Home News Feed Prevented Planting Decisions

Prevented Planting Decisions

SHARE

Dave Bau, Phyllis Bongard and Liz Stahl- University of Minnesota Extension

“To plant or not to plant” is a challenging question for farmers this year who have faced an extremely wet spring. For crop insurance purposes, May 31 is the final planting date for corn and June 10 for soybean in southern Minnesota. The final planting date has already passed for northern Minnesota corn producers (May 25). Growers are allowed to plant a crop within 25 days of the final planting date for reduced insurance coverage. The following examples show how different decisions could play out.
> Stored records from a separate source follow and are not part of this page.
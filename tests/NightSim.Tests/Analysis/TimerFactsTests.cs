using NightSim.Analysis;

namespace NightSim.Tests.Analysis;

public class TimerFactsTests
{
    // Textbook 555 one-shot: T = RC·ln 3 (check-values Q7, [CALC]).
    [Fact]
    public void IdealWidthIsLn3RC() =>
        Assert.Equal(109.861, new TimerFacts("U1", 1e6, 100e-6, 12, 0, double.PositiveInfinity).ClosedFormWidth, 3);

    // Constant drain I_p: t = RC·ln(A/(A − 2V/3)), A = V − I_p·R (check-values §6 drain sweep, [CALC]).
    [Theory]
    [InlineData(0.5e-6, 118.96)]
    [InlineData(1e-6, 129.93)]
    [InlineData(2e-6, 160.94)]
    [InlineData(3e-6, 219.72)]
    [InlineData(3.9e-6, 439.44)]
    public void DrainLengthensWidth(double drain, double expected) =>
        Assert.Equal(expected, new TimerFacts("U1", 1e6, 100e-6, 12, drain, double.PositiveInfinity).ClosedFormWidth, 2);

    // 4 µA at 1 MΩ and 12 V: I·R ≥ V/3, the threshold is never reached (check-values §6).
    [Fact]
    public void FourMicroampsNeverEnds()
    {
        var t = new TimerFacts("U1", 1e6, 100e-6, 12, 4e-6, double.PositiveInfinity);
        Assert.True(double.IsPositiveInfinity(t.ClosedFormWidth));
        Assert.True(t.MarginCurrent <= 1e-15);
    }

    // Leakage resistance: never fires if R_L ≤ 2R; R_L 10 MΩ → 120.16 s (check-values §6, [CALC]).
    [Fact]
    public void LeakageResistance()
    {
        Assert.Equal(120.16, new TimerFacts("U1", 1e6, 100e-6, 12, 0, 10e6).ClosedFormWidth, 2);
        Assert.True(double.IsPositiveInfinity(new TimerFacts("U1", 1e6, 100e-6, 12, 0, 2e6).ClosedFormWidth));
        Assert.True(new TimerFacts("U1", 1e6, 100e-6, 12, 0, 2e6).MarginCurrent <= 1e-12);
    }
}
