using NightSim.Sky;

namespace NightSim.Cli.Commands;

/// <summary>The scenario's targets that plots draw as lines (read again from the scenario file the header names).</summary>
internal sealed record LightTargets(double? OnMin, double? OnMax, double? AfterSunset, double? LuxMin, double? LuxMax)
{
    public static LightTargets Of(string? scenarioPath)
    {
        DesignTargets? t = scenarioPath is not null && File.Exists(scenarioPath) ? ScenarioLoader.Load(scenarioPath, out _)?.Targets : null;
        return new LightTargets(t?.OnTimeMin, t?.OnTimeMax, t?.SwitchOnMinutesAfterSunset, t?.SwitchOnLuxMin, t?.SwitchOnLuxMax);
    }
}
Scenario 1: Choose not to plant and take prevented plant

If you choose to take prevented plant for corn, there is a simple payment rate of $4.00 per bushel multiplied by your APH and your insurance coverage percentage. This equals your revenue guarantee per acre. To calculate your prevented planting payment for corn, the guarantee is multiplied by 55% (unless you paid a higher premium for a more coverage). For soybean, the payment rate is $9.54 per bushel, and the standard prevent plant rate is 60% of the guarantee.

Scenario 2: Plant a crop late

You decide to plant, but what crop will you plant? The yield potential for corn planted after mid-May declines fairly rapidly. For corn planted June 9, yields were reduced by 21-31% in long-term University of Minnesota research. In addition to yield potential losses, insurance coverage declines by 1 percent per day after the final planting date.